Nov 03, 2017 (modified: Nov 03, 2017) ICLR 2018 Conference Blind Submission readers: everyone Show Bibtex
  • Abstract: Machine learning systems, which are often used for high-stakes decisions, typically suffer from two mutually reinforcing problems: unfairness and opaqueness. Many popular models, although generally accurate, cannot accurately express uncertainty about their predictions. Even in regimes where a model is fallible, users may trust the model’s predictions too fully, and allow its biases to reinforce the user’s own. In this work, we explore models that learn to defer. In our scheme, a model learns to classify accurately and fairly, but also to defer if necessary, passing judgment to a downstream decision-maker such as a human user. We propose a learning algorithm which accounts for potential biases held by decision-makers later in a pipeline.

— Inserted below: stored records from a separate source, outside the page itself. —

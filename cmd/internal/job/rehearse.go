package job

import (
	"context"
	"errors"
	"fmt"
	"math"
	"os"
	"slices"

	"gatesill/acquire"
	"gatesill/acquire/bench"
	"gatesill/acquire/rehearsal"
)

// RehearsalVerb is the hidden verb by which the program starts itself as a
// simulated bench.
const RehearsalVerb = "rehearsal-process"

// rehearsed is a rehearsal bench with the hand that does at it what the operator is
// asked to do.
type rehearsed struct {
	*rehearsal.Rehearsal
	bench    *bench.Bench
	folder   string
	names    []string // of the simulated devices
	inserted string
	aim      float64 // V, where the hand turns the knob; NaN: it stands still
	rate     float64 // V/s
}

// handRate is how fast the simulated hand turns the knob outside of a sweep, V/s.
const handRate = 1.0

// rehearse starts a simulated bench.
func rehearse(ctx context.Context, c rehearsal.Config) (*rehearsed, error) {
	exe, err := os.Executable()
	if err != nil {
		return nil, failed("", "rehearsal: %w", err)
	}
	folder, err := os.MkdirTemp("", "gatesill-rehearsal-")
	if err != nil {
		return nil, failed("", "rehearsal: %w", err)
	}
	c.Folder = folder
	// It ends by close, after the keeper: an interrupt must not take the supplies
	// away while they are being switched off.
	r, err := rehearsal.Start(context.WithoutCancel(ctx), exe, []string{RehearsalVerb}, nil, c)
	if err != nil {
		return nil, &Failure{Code: ExitInstrument, Err: errors.Join(err, os.RemoveAll(folder)), Hint: "a rehearsal needs pseudo-terminals, which Linux and macOS have"}
	}
	b, err := bench.Parse([]byte(r.Bench()))
	if err != nil {
		return nil, errors.Join(fmt.Errorf("rehearsal: bench file:%w", err), r.Close(), os.RemoveAll(folder))
	}
	h := &rehearsed{Rehearsal: r, bench: b, folder: folder, aim: math.NaN()}
	for _, d := range c.Devices {
		h.names = append(h.names, d.Name)
	}
	return h, nil
}

// close ends the simulated bench.
func (r *rehearsed) close() error {
	if r == nil {
		return nil
	}
	return errors.Join(r.Close(), os.RemoveAll(r.folder))
}

// insert puts a device into the simulated fixture; "" takes out what is in it.
func (r *rehearsed) insert(device string) error {
	if r.inserted == device {
		return nil
	}
	r.inserted = device
	if device == "" {
		return r.Remove()
	}
	if n := len(r.names); n > 0 && !slices.Contains(r.names, device) { // any of them stands for it
		device = r.names[len(device)%n]
	}
	return r.Insert(device)
}

// turn sends the simulated hand to a gate voltage at a rate, V/s; NaN lets it stop
// where it is.
func (r *rehearsed) turn(v, rate float64) error {
	if math.IsNaN(v) {
		if math.IsNaN(r.aim) {
			return nil
		}
		t, err := r.Truth()
		if err != nil {
			return err
		}
		r.aim = math.NaN()
		return r.Knob(t.Vg, 0)
	}
	if v == r.aim && rate == r.rate {
		return nil
	}
	r.aim, r.rate = v, rate
	return r.Knob(v, rate)
}

// hand is what the hand of a rehearsal does for the runner of a sweep.
func (m *measuring) hand(at float64) {
	h := m.r.Hand()
	id := math.Abs(m.w.last[acquire.Current].number.Value.Float())
	if m.w.rq.Mode == acquire.AtSpot && id > showsFrom && m.nudge(h, id, at) { // false while not known
		return
	}
	m.w.handAt(h.To, h.Rate)
}

// showsFrom is the current from which the hand of a rehearsal takes more care, A.
const showsFrom = 1e-5

// nudge brings the current of a spot to its place as people do: a small turn, a
// look at what the meters make of it, another one. It reports whether that was its
// business.
func (m *measuring) nudge(h acquire.Hand, id, at float64) bool {
	want, known := m.w.plan().At.Get()
	if !known || m.done != nil {
		return false
	}
	if math.IsNaN(h.To) {
		v := m.r.View(at)
		if v.Paused != "" || v.Fix != "" || math.Abs(id/want-1) < 0.025 {
			return false
		}
	}
	const look, perVolt = 1.2, 15.0 // s between turns; the current grows e-fold in 1/24 to 1/5 V
	if at-m.nudged < look {
		return true
	}
	m.nudged = at
	t, err := m.w.sim.Truth()
	if err != nil {
		return false
	}
	step := math.Max(-0.1, math.Min(0.1, math.Log(want/id)/perVolt))
	m.w.handAt(t.Vg+m.w.part.Sign()*step, handRate)
	return true
}
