package job

import (
	"context"
	"fmt"
	"math"
	"slices"

	"gatesill/fit/lot"
	"gatesill/report"
	"gatesill/store"
	"gatesill/store/record"
)

// history gives the spread of the same part in earlier lots that were measured
// under like conditions, for a lot too small to judge itself; nil when the lot
// is large enough or there is none.
func history(ctx context.Context, db *store.DB, s *report.Sheet, method string) (*lot.Known, error) {
	if measured := s.Counts().Measured; measured == 0 || !lot.TooFew(measured) {
		return nil, nil
	}
	like := conditions(s)
	var past []lot.Spread
	err := db.View(ctx, func(tx *store.Tx) error {
		names, err := tx.LotsOfPart(s.Part.ID)
		if err != nil {
			return err
		}
		for _, name := range names {
			if name == s.Lot.Name {
				continue
			}
			other, sweeps, err := load(tx, name)
			if err != nil {
				return err
			}
			placeSweeps(&other, sweeps)
			if !slices.Equal(conditions(&other), like) {
				continue
			}
			other.TestCurrent, other.IdleCurrent = s.TestCurrent, s.IdleCurrent
			if err := fitSheet(ctx, &other, method); err != nil {
				return err
			}
			other.SortedBy = s.SortedBy
			judge(&other, 0, nil)
			past = append(past, other.Spread)
		}
		return nil
	})
	return lot.Pool(past), err
}

// conditions are what must be alike for the spread of one lot to hold for
// another: circuit, drain voltage where it is held, dc or pulsed. Temperature
// shifts a lot as a whole and does not widen it.
func conditions(s *report.Sheet) []string {
	var out []string
	for i := range s.Devices {
		for j := range s.Devices[i].Sweeps {
			c := s.Devices[i].Sweeps[j].Condition
			key := string(c.Circuit) + " " + c.Pulsed
			if c.Circuit == record.Fixed {
				key += fmt.Sprintf(" %.2g", c.VDS.Or(math.NaN()))
			}
			if !slices.Contains(out, key) {
				out = append(out, key)
			}
		}
	}
	slices.Sort(out)
	return out
}
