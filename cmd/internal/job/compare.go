package job

import (
	"context"
	"fmt"
	"math"
	"slices"
	"strings"
	"time"

	"gatesill/fit"
	"gatesill/fit/compare"
	"gatesill/fit/gauge"
	"gatesill/report"
	"gatesill/store/record"
)

// CompareRequest is how lots are compared with a reference lot.
type CompareRequest struct {
	By       string        // "vgsth", "vgs-idle"; "": gate bias at the idle current where both lots have it
	Margin   record.Amount // V, % or A; zero: the stored one
	Level    float64       // %, of the interval; 0: 95
	Paired   bool          // by serial
	Unpaired bool          // never by serial; neither: where serials and values go together
	Tempco   record.Num    // V/K
	TempcoU  record.Num    // V/K, its standard uncertainty; not known: a typical share of it
	Beta     record.Num    // A/V², gain factor of lots whose curves were not measured
	Fail     bool          // end in [ExitNo] when a lot differs or is outside the margin
}

// pairing is what was asked for.
func (rq *CompareRequest) pairing() compare.Pairing {
	switch {
	case rq.Paired:
		return compare.BySerial
	case rq.Unpaired:
		return compare.Never
	}
	return compare.ByLikeness
}

// levels of an interval that are taken, %.
const leastLevel, greatestLevel = 50, 99.9

// check says what is wrong with the request.
func (rq *CompareRequest) check(reference string, candidates []string) error {
	if rq.Level == 0 {
		rq.Level = 95
	}
	if !(rq.Level >= leastLevel && rq.Level <= greatestLevel) {
		return Usage("--level 95", "--level: %g %%, must be from %g to %g", rq.Level, float64(leastLevel), float64(greatestLevel))
	}
	if rq.Margin.Unit != "" && !(rq.Margin.Value > 0) {
		return Usage("--margin 50mV, --margin 10% or --margin 25mA", "--margin: %s, must be above 0", report.AmountWords(rq.Margin))
	}
	if b, ok := rq.Beta.Get(); ok && !(b > 0) {
		return Usage("--beta 3.8", "--beta: %g A/V², must be above 0", b)
	}
	if err := checkTempco(rq.Tempco); err != nil {
		return err
	}
	if u, ok := rq.TempcoU.Get(); ok && !(u > 0 && rq.Tempco.IsKnown()) {
		return Usage("--tempco -4mV/K --tempco-u 1mV/K", "--tempco-u: must be above 0, and go with --tempco")
	}
	if rq.Paired && rq.Unpaired {
		return Usage("leave one of them out", "--paired and --unpaired exclude each other")
	}
	for i, c := range candidates {
		if c == reference {
			return Usage("name two different lots", "lot %q: compared with itself", c)
		}
		if slices.Contains(candidates[:i], c) {
			return Usage("name each lot once", "lot %q: named twice", c)
		}
	}
	return nil
}

// Compare holds one lot or several against a reference lot. With rq.Fail it ends
// in [ExitNo] when one of them differs or is outside the margin.
func Compare(ctx context.Context, env *Env, reference string, candidates []string, o SheetOptions, rq CompareRequest) error {
	if err := rq.check(reference, candidates); err != nil {
		return err
	}
	ref, err := env.referenceSheet(ctx, reference, o, rq)
	if err != nil {
		return err
	}
	env.doubt(&ref, rq)
	sheets := make([]report.Sheet, len(candidates))
	for i, name := range candidates {
		if sheets[i], err = env.candidateSheet(ctx, &ref, name, o); err != nil {
			return err
		}
	}
	by, err := comparedBy(&ref, sheets, rq, o.At.IsKnown())
	if err != nil {
		return err
	}
	start := time.Now()
	for i := range sheets {
		c, err := compareSheets(&ref, &sheets[i], by, rq)
		if err != nil {
			return err
		}
		sheets[i].Compared = &c
	}
	cl := report.ComparedLots{Reference: &ref, Candidates: sheets}
	if len(sheets) > 1 {
		lots := []compare.Lot{comparedLot(&ref)}
		for i := range sheets {
			lots = append(lots, comparedLot(&sheets[i]))
		}
		trend, err := compare.TrendOf(lots, optionsOf(&ref, by, rq))
		if err != nil {
			return failed("", "the run of lots: %w", err)
		}
		trend.Text = append(trend.Text, fmt.Sprintf("the verdicts of the %d lots against lot %s stand each on its own and are not adjusted for their number; the p and intervals of the pairs are", len(sheets), ref.Lot.Name))
		cl.Trend = &trend
	}
	env.detail("%s compared in %v", count(1+len(sheets), "lot"), time.Since(start).Round(time.Millisecond))
	if env.JSON {
		err = report.CompareJSON(env.Out, cl)
	} else {
		err = report.CompareTable(env.Out, cl, env.style())
	}
	if err != nil || !rq.Fail {
		return err
	}
	return env.failOf(sheets)
}

// doubt warns of numbers that are taken as given and hardly meant.
func (e *Env) doubt(ref *report.Sheet, rq CompareRequest) {
	e.doubtMargin(rq.Margin)
	e.doubtTempco(rq.Tempco, ref.Part)
}

// failOf ends in [ExitNo] when a lot differs or is outside the margin. Too few to tell
// is no 'no', and no 'yes' either: that is said.
func (e *Env) failOf(sheets []report.Sheet) error {
	var open []string
	no := false
	for i := range sheets {
		c := sheets[i].Compared
		no = no || c.No()
		if c.Verdict == compare.TooFew {
			open = append(open, report.Clean(c.Candidate))
		}
	}
	if open != nil {
		e.warn("--fail: %s: too few to tell is no 'no', and nothing is shown either way", strings.Join(open, ", "))
	}
	if no {
		return &Failure{Code: ExitNo}
	}
	return nil
}

// referenceSheet fits the reference lot. A current given with --by vgs-idle is
// the idle current compared at, else the test current.
func (e *Env) referenceSheet(ctx context.Context, name string, o SheetOptions, rq CompareRequest) (report.Sheet, error) {
	if rq.By == "vgs-idle" && o.At.IsKnown() {
		o.Idle, o.At = o.At, record.Num{}
	}
	return e.Sheet(ctx, name, o)
}

// candidateSheet fits a lot at the currents of the reference lot.
func (e *Env) candidateSheet(ctx context.Context, ref *report.Sheet, name string, o SheetOptions) (report.Sheet, error) {
	o.At, o.Idle = record.Known(ref.TestCurrent), record.Known(ref.IdleCurrent)
	return e.Sheet(ctx, name, o)
}

// comparedBy settles the quantity: the one asked for; else V_GS(th) where a
// current was given for it; else the gate bias at the idle current where every lot
// has it; else V_GS(th).
func comparedBy(ref *report.Sheet, cands []report.Sheet, rq CompareRequest, at bool) (fit.Key, error) {
	switch {
	case rq.By == "vgs-idle" && math.IsNaN(ref.IdleCurrent):
		return "", failed("gatesill lot edit "+Quote(ref.Lot.Name)+" --idle-current 250mA", "--by vgs-idle: lot %q has no idle current", ref.Lot.Name)
	case rq.By != "":
		return sortKeys[rq.By].key, nil
	case at || math.IsNaN(ref.IdleCurrent) || !hasAny(ref, fit.KeyVgsIdle):
		return fit.KeyVgsth, nil
	}
	for i := range cands {
		if !hasAny(&cands[i], fit.KeyVgsIdle) {
			return fit.KeyVgsth, nil
		}
	}
	return fit.KeyVgsIdle, nil
}

// hasAny reports whether some device of the lot has the quantity.
func hasAny(s *report.Sheet, k fit.Key) bool {
	return slices.ContainsFunc(s.Devices, func(d report.Device) bool {
		return !d.Excluded && d.Role != record.Control && d.Result.At(k).Ok()
	})
}

// compareSheets holds the lot of cand against that of ref, both fitted at the
// same currents. It refuses lots of different parts and lots that were not
// measured alike, with what differs; what only may be unlike is a warning.
func compareSheets(ref, cand *report.Sheet, by fit.Key, rq CompareRequest) (report.Compared, error) {
	out := report.Compared{Reference: ref}
	warnings, err := alikeParts(ref, cand)
	if err != nil {
		return out, err
	}
	for _, s := range []*report.Sheet{ref, cand} {
		if n := len(s.Devices); n > 0 && !slices.ContainsFunc(s.Devices, func(d report.Device) bool { return !d.Excluded }) {
			return out, failed("gatesill device include "+Quote(s.Devices[0].Name)+" --lot "+Quote(s.Lot.Name), "lot %q: %s excluded", s.Lot.Name, allOf(n))
		}
		if !slices.ContainsFunc(s.Devices, func(d report.Device) bool { return !d.Excluded && len(d.Sweeps) > 0 }) {
			return out, failed("gatesill import "+Quote(s.Lot.Name)+" FILE", "lot %q: nothing is measured of it", s.Lot.Name)
		}
	}
	if rq.Tempco.IsKnown() {
		for _, s := range []*report.Sheet{ref, cand} {
			if math.IsNaN(lotTemperature(s)) {
				return out, failed("gatesill import "+Quote(s.Lot.Name)+" FILE --temp 25C --again says it, or leave out --tempco",
					"--tempco: the temperature of lot %q is not known, so that there is nothing to take off", s.Lot.Name)
			}
		}
	}
	differ, doubts := unlikeLots(ref, cand, by, rq.Tempco.IsKnown())
	if differ != nil {
		return out, differ.failure(ref, cand)
	}
	for _, s := range []*report.Sheet{ref, cand} {
		if !hasAny(s, by) && !someAbove(s) {
			return out, failed("gatesill fit "+Quote(s.Lot.Name)+" shows what there is; --at CURRENT compares at another current",
				"lot %q: no device has a value of %s", s.Lot.Name, ref.KeyPhrase(by))
		}
	}
	warnings = append(warnings, doubts...)
	opt := optionsOf(ref, by, rq)
	m, err := marginOf(ref, cand, rq)
	if err != nil {
		return out, err
	}
	opt.Margin, opt.MarginSet = m.volts, m.set
	opt.Repeatability = repeatabilityOf(ref, cand, by).Value
	opt.Spots = onlySpots(ref) && onlySpots(cand)
	opt.Judged = report.SendBackJudged(cand)
	opt.SendBack = first(cand.Lot.SendBack, ref.Lot.SendBack)
	out.MarginFrom = m.text
	out.Comparison, err = compare.Lots(comparedLot(ref), comparedLot(cand), opt)
	if err != nil {
		return out, failed("", "lot %q against %q: %w", cand.Lot.Name, ref.Lot.Name, err)
	}
	out.Warnings = append(warnings, out.Warnings...)
	if out.Paired != nil {
		changed, words := changedPairs(ref, cand, by, rq)
		out.Warnings = append(out.Warnings, changed...)
		out.Sentence += words
	}
	return out, nil
}

// allOf names all devices of a lot.
func allOf(n int) string {
	if n == 1 {
		return "its one device is"
	}
	return fmt.Sprintf("all %d devices are", n)
}

// repeatabilityOf is the greater of what is known of the lots' benches;
// [gauge.None] where nothing is.
func repeatabilityOf(ref, cand *report.Sheet, by fit.Key) gauge.Repeatability {
	worst := gauge.None()
	for _, s := range []*report.Sheet{ref, cand} {
		if r, ok := s.Repeatability[by]; ok && !(r.Value <= worst.Value) {
			worst = r
		}
	}
	return worst
}

// onlySpots reports whether no sweep of the lot is a curve.
func onlySpots(s *report.Sheet) bool {
	only := true
	counted(s, func(sw *report.Sweep) { only = only && sw.Direction == record.Spot })
	return only
}

// someAbove reports whether a device is known not to reach the current.
func someAbove(s *report.Sheet) bool {
	return slices.ContainsFunc(s.Devices, func(d report.Device) bool { return d.State() == fit.Above && d.Role != record.Control })
}

// optionsOf are the choices that hold for every candidate.
func optionsOf(ref *report.Sheet, by fit.Key, rq CompareRequest) compare.Options {
	low, high := limitsOf(ref, fit.KeyVgsth) // of V_GS(th), whatever is compared
	return compare.Options{
		By: by, Level: rq.Level / 100, Margin: math.NaN(), MarginSet: compare.None, Pairing: rq.pairing(), Repeatability: math.NaN(),
		Tempco: rq.Tempco.Float(), TempcoU: rq.TempcoU.Float(), Beta: rq.Beta.Float(), LimitLow: low, LimitHigh: high, SendBack: ref.Lot.SendBack,
	}
}

// limitsOf gives the data-sheet limits of the quantity compared. They are stated
// for V_GS(th) at the part's test current and hold at no other.
func limitsOf(s *report.Sheet, by fit.Key) (low, high float64) {
	at := s.TestCurrent
	if by == fit.KeyVgsIdle {
		at = s.IdleCurrent
	}
	stated, known := s.Part.TestCurrent.Get()
	if known && math.Abs(stated-at) > 1e-6*at || !known && by == fit.KeyVgsIdle {
		return math.NaN(), math.NaN()
	}
	return s.Part.VgsthMin.Float(), s.Part.VgsthMax.Float()
}

// alikeParts refuses lots of different parts. A lot for which no part was named
// may be of any: that is said.
func alikeParts(ref, cand *report.Sheet) ([]fit.Warning, error) {
	if ref.Part.ID == cand.Part.ID {
		return nil, nil
	}
	if ref.Part.Channel != cand.Part.Channel || ref.Part.Mode != cand.Part.Mode {
		kind := func(s *report.Sheet) string { return fmt.Sprintf("%s-channel %s", s.Part.Channel, s.Part.Mode) }
		return nil, failed("gatesill lot list shows which lots are of one part",
			"lots of different parts: %s is %s, %s is %s", ref.Lot.Name, kind(ref), cand.Lot.Name, kind(cand))
	}
	var unnamed []string
	for _, s := range []*report.Sheet{ref, cand} {
		if s.Part.Name == unnamedPart(s.Lot.Name) {
			unnamed = append(unnamed, s.Lot.Name)
		}
	}
	if unnamed == nil {
		return nil, failed("gatesill lot list shows which lots are of one part; gatesill lot edit "+Quote(cand.Lot.Name)+" --part "+Quote(ref.Part.Name)+" only if the part was entered wrongly",
			"lots of different parts: %s is of %s, %s of %s", ref.Lot.Name, ref.Part.Name, cand.Lot.Name, cand.Part.Name)
	}
	return []fit.Warning{{Code: fit.CodePartNotNamed, Text: fmt.Sprintf(
		"no part is named for %s: whether both lots are of one part is not known, and the currents are those of lot %s",
		strings.Join(unnamed, " and "), ref.Lot.Name)}}, nil
}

Experiments on real-world datasets demonstrate that learning to defer can make a model not only more accurate but also less biased. Even when operated by highly biased users, we show that deferring models can still greatly improve the fairness of the entire pipeline.
  • TL;DR: Incorporating the ability to say I-don't-know can improve the fairness of a classifier without sacrificing too much accuracy, and this improvement magnifies when the classifier has insight into downstream decision-making.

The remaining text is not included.